# Key and Perception



## lpbug (Jul 27, 2010)

I heard a while back that certain keys have certain "feelings" to them. Of course, this is different for everyone, but I'm a noob in composing music. I just want to know from more experienced music players/composers to answer this question. Is there a certain key composers prefer when writing songs that are romantic? Also, I notice there is always a part that goes for three half-steps and it sounds really good (I know I'm being vague here) but if anyone know the terminology for it, it'd help me alot. 

P.S- I'm starting to compose here and there, any suggestions on what classes I should take? Or what books I should read? I'm kind of at a loss here because I have absolutely no idea what to do =\ 

Thanks =]


----------



## Ukko (Jun 4, 2010)

You're talking classical music? Do you play piano - or at least a keyboard that distinguishes touch? Read a book on basic music theory; it should explain the significance of key signatures, particularly as related to the triad. Much modern music doesn't relate to key signatures, but you'll see that.


----------



## Norse (May 10, 2010)

Some people are very sensitive to different keys. For instance, they might associate them with different colours. I'm not one of them, but it might be that keys matter more to me than I'm consciously aware of. You can find lists from different times about what key is supposed to convey what "feeling" strongly. The most famous is probably that Eb-major is "heroic". I tend think these things are mostly "cultural baggage", but maybe that's just me.

I'm not sure what you mean by "three half steps", though. If you're talking about melodic movement, that is in itself not related to keys. Any key could have melodic material that moves chromatically here and there. Maybe you're confusing keys and scales? I think "everyone" would agree that different scales have a much more inherent "feeling-tone" to them than different key centers do. Then again I guess you can say that d-dorian is a different key from d-minor. I'm not sure about the English usage here..


----------



## TresPicos (Mar 21, 2009)

Well, you have Schubart's old theory on the emotional qualities of different keys, but I don't think it has many followers today.
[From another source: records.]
static ps_status ss_poles(ps_roots_ws *ws, const ps_plant *p, ps_analysis *out, ps_diag *d)
{
    size_t n = p->a_rows;
    memcpy(ws->m1, p->a, n * n * sizeof(double));
    if (!ws->eig[n])
        return ps_diag_set(d, PS_ERR_NOMEM, p->line, 0, "a", "out of memory for the eigen-solver");
    /* Balancing is off by default in GSL; on, it matches LAPACK's dgeev. */
    gsl_eigen_nonsymm_params(0, 1, ws->eig[n]);
    gsl_matrix_view A = gsl_matrix_view_array(ws->m1, n, n);
    gsl_vector_complex_view ev = gsl_vector_complex_view_array(ws->alpha, n);
    int rc = gsl_eigen_nonsymm(&A.matrix, &ev.vector, ws->eig[n]);
    if (rc != GSL_SUCCESS)
        return ps_diag_set(d, PS_ERR_NUMERIC, p->field_line[PS_F_A], 0, "a",
                           "eigenvalues of a did not converge: %s", gsl_strerror(rc));
    double tol = 64 * DBL_EPSILON * fmax(frob(p->a, n * n), DBL_MIN);
    for (size_t i = 0; i < n; i++)
        out->poles[i] = (ps_root){{ws->alpha[2 * i], ws->alpha[2 * i + 1]}, PS_LHP, 1, tol};
    out->n_poles = n;
    /* A defective (Jordan) eigenvalue scatters by eps^(1/m) ||A||; eigenvalues
     * closer than 1e-6 ||A|| are treated as one multiple eigenvalue. */
    finish_roots(out->poles, n, 1e-6 * frob(p->a, n * n));
    return PS_OK;
}

/* det [sI-A, -B; C, D] has degree n - r exactly, r the relative degree (its
 * leading coefficient is the first non-zero Markov parameter). Rounding
 * spreads a block of eigenvalues at infinity of size k over a circle of
 * radius about |M| eps^(-1/k), which for k of 5 or more is near the plant's
 * own frequencies; GSL's QZ (no balancing) then returns some as finite.
 * Keep the n - r smallest (a conjugate pair the cut would split goes too);
 * returns how many went, *from the smallest magnitude among them. */
static size_t keep_degree(ps_root *z, size_t *nz, size_t want, double *from)
{
    size_t n = *nz;
    if (n <= want)
        return 0;
    for (size_t i = 1; i < n; i++) { /* by magnitude, ascending (n <= 65) */
        ps_root t = z[i];
        double m = hypot(t.v.re, t.v.im);
        size_t j = i;
        for (; j > 0 && hypot(z[j - 1].v.re, z[j - 1].v.im) > m; j--)
            z[j] = z[j - 1];
        z[j] = t;
    }
    size_t keep = want;
    if (keep > 0 && z[keep - 1].v.im != 0.0) {
        bool pair_kept = false;
        for (size_t i = 0; i + 1 < keep; i++)
            pair_kept |= z[i].v.re == z[keep - 1].v.re && z[i].v.im == -z[keep - 1].v.im;
        if (!pair_kept)
            keep--;
    }
    *from = hypot(z[keep].v.re, z[keep].v.im);
    *nz = keep;
    return n - keep;
}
And then there is the concept of synesthesia, of course.


----------



## Kopachris (May 31, 2010)

TresPicos said:


> Well, you have Schubart's old theory on the emotional qualities of different keys, but I don't think it has many followers today.
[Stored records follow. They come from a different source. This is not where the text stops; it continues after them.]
# Cause by attribution. one-pole-tight: band floor exp(pi p / w_h) (Stein 2003)
# = exp(12 pi / 40) = 2.566, so Mt >= 1.566 > 1.25 allowed (||T|| >= ||S|| - 1)
# while its own Mt floors are 1: unlimited bandwidth takes the Mt floor to 1.
contains "cause names the bandwidth with the figure its relaxation gives" "$tmp/scr/closed-form.screen/closed-form.screen.csv" \
    "available bandwidth 40 rad/s with the unstable pole 12 rad/s: Mt floor 1.57 against 1.25 allowed (1 with unlimited bandwidth)"
"$py" - "$tmp/scr/closed-form.screen/closed-form.screen.json" "$tmp/demo/demo-variants.screen/demo-variants.screen.json" <<'PY'
import json, math, re, sys
from screen_doc import load
P = {p["id"]: p for p in load(sys.argv[1])["plants"]}
fl = P["one-pole-tight"]["floors"]
assert abs(fl["ms"] - math.exp(12 * math.pi / 40)) <= 1e-8 * fl["ms"], fl["ms"]   # 9 significant digits
assert abs(fl["mt"] - (fl["ms"] - 1)) <= 1e-8 * fl["ms"] and fl["limiting"] == "band", fl
assert P["one-pole-tight"]["worst"] == "Mt"
# Everywhere: the attribution's binding floor is the floor the verdict names,
# every factor the cause names lowers it, and the first one is named first.
words = {"delay": r"(?<!computation )delay ", "rhp_zeros": r"RHP zero|zeros? outside the unit circle",
         "rolloff_start": "available bandwidth", "band": "required band", "compute_delay": "computation delay",
         "sample_rate": "sample rate", "sampling_zeros": "sampling zero"}
def find(text, pattern):
    m = re.search(pattern, text)
    return m.start() if m else -1
for f in sys.argv[1:]:
    for p in load(f)["plants"]:
        a = p["attribution"]
        if a is None or p["verdict"] in ("not-stabilizable", "needs-bandwidth"):
            continue
        assert a["binding"] == p["worst"], (p["id"], a, p["worst"])
        if a["binding"] == "none":
            assert p["cause"].startswith("no floor above 1"), (p["id"], p["cause"])
            continue
        key = {"Ms": "ms", "Mt": "mt", "effort": "effort"}[a["binding"]]
        assert a["floor"] == p["floors"][key], (p["id"], a, p["floors"][key])
        named = [x for x in a["factors"] if x["lowers"]]
        for x in named:
            assert x["floor_without"] < a["floor"], (p["id"], x)
        if named:
            first = words[named[0]["factor"]]
            pos = [find(p["cause"], words[x["factor"]]) for x in named]
            assert min(pos) >= 0 and pos[0] == min(pos), (p["id"], p["cause"], named)
PY
check "cause names the factors the attribution ranks, in its order" 0 $?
Beaten to the punch again! Yeah, Christian Friedrich Daniel Schubart's entire _Ideen zu einer Ästhetik der Tonkunst_ is an interesting read for someone wishing to learn a little more about how music is (or at least used to be) perceived emotionally. Well, maybe not the whole book--it has a bunch of history about various music institutions in Germany that you might want to skip over if you're just after the juicy bits. You'll probably want to skip to the second part ("Die Grundsätze der Tonkunst," The Principles of Music). You can find a partial copy of the book for reading here (translated, of course).

Just a snippet for you (translated from the section on Canabile):


> A piece on an instrument that mimics the song. Ridiculous it is when some one write about Singstück Cantabile. Who will bring about an organ sonata: Orgelmäßig.


----------



## Huilunsoittaja (Apr 6, 2010)

TresPicos said:


> Well, you have Schubart's old theory on the emotional qualities of different keys, but I don't think it has many followers today.
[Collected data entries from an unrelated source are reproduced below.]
/* Where the value 1 is forced (S&P 2nd ed. 2005, ch. 5) and where it is not. */
Test(floors, the_value_one_only_where_s_or_t_is_forced_to_one)
{
    /* integrator: T(j0) = 1 for every stabilizing controller */
    run(NULL, 0, (ps_cplx[]){{0, 0}, {-2.9, 0}}, 2, 1.37, 0.0);
    cr_assert_eq(an.n_axis_poles, 1);
    cr_assert_float_eq(fl.mt_interpolation, 1.0, 0);
    cr_assert_float_eq(fl.mt, 1.0, 0);
    cr_assert_float_eq(fl.ms, 1.0, 0); /* strictly proper */
    /* biproper, stable, zero at the origin: S(j0) = 1 */
    run((ps_cplx[]){{0, 0}}, 1, (ps_cplx[]){{-0.83, 0}}, 1, 1.45, 0.0);
    cr_assert_eq(an.rel_degree, 0);
    cr_assert_float_eq(fl.ms_interpolation, 1.0, 0);
    cr_assert_float_eq(fl.mt, 0.0, 0);
    /* biproper, stable, RHP zero: S(z) = 1, maximum modulus */
    run((ps_cplx[]){{2.7, 0}}, 1, (ps_cplx[]){{-1.3, 0}}, 1, -0.62, 0.0);
    cr_assert_float_eq(fl.ms_interpolation, 1.0, 0);
    cr_assert_float_eq(fl.mt, 0.0, 0);
    /* biproper, stable, LHP zero, no delay: nothing forces either */
    run((ps_cplx[]){{-2.1, 0}}, 1, (ps_cplx[]){{-0.6, 0}}, 1, 3.7, 0.0);
    cr_assert_float_eq(fl.ms, 0.0, 0);
    cr_assert_float_eq(fl.mt, 0.0, 0);
    cr_assert_str_eq(fl.limiting, "none");
    /* ... with a delay: sup |S| >= 1/(1 - |L(inf)|) >= 1 for a stable neutral loop */
    run((ps_cplx[]){{-2.1, 0}}, 1, (ps_cplx[]){{-0.6, 0}}, 1, 3.7, 0.013);
    cr_assert_float_eq(fl.ms_interpolation, 1.0, 0);
    cr_assert_float_eq(fl.mt, 0.0, 0);
    /* biproper, RHP pole, LHP zero: T(p) = 1 gives Mt 1; S is free (Ms 0 = Mt - 1) */
    run((ps_cplx[]){{-1, 0}}, 1, (ps_cplx[]){{1, 0}}, 1, 1.0, 0.0);
    cr_assert_float_eq(fl.ms_interpolation, 0.0, 0);
    cr_assert_float_eq(fl.mt_interpolation, 1.0, 0);
    cr_assert_float_eq(fl.ms, 0.0, 0);
    cr_assert_float_eq(fl.mt, 1.0, 0);
    /* ... with a delay e^{-0.03 s}: both floors e^{p theta} (Pick) */
    run((ps_cplx[]){{-1, 0}}, 1, (ps_cplx[]){{1, 0}}, 1, 1.0, 0.03);
    cr_assert_float_eq(fl.ms, exp(0.03), 1e-12);
    cr_assert_float_eq(fl.mt, exp(0.03), 1e-12);
}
I see how stuff like that can actually create prejudices in people, so that their minds would accept the idea "This key is so and so, the minor is so and so." On one's own, one may have completely different ideas.

D flat major is one of those keys where I have certain prejudices for, but it was created on my accord. I've noticed through actual extensive study that this key has a sweeter timbre than most keys, and is especially effective in romantic settings. I can name at least 20 famous works that have used this key, especially in the piano and symphonic genres. Some composers that have used it are Tchaikovsky, Grieg, Rachmaninoff, Dvorak, Liszt, etc. So here's a hint for composers out there: if you want to make a piece that's especially moving, or has potential to become great, use this key.


----------



## Ostinato (Jun 24, 2009)

I have always thought it strange that keys can have a particular "feel" about them. The standard tuning of instruments has varied greatly through history, over a range of more than a semitone, so it seems strange that a key can consistently be associated with a particular feeling. But it does seem that it can, to some extent at least. My view is that our feelings about keys are based on a subtle combination of what we actually hear, what we read in the score, and our general preconceptions about the effect of sharps and flats.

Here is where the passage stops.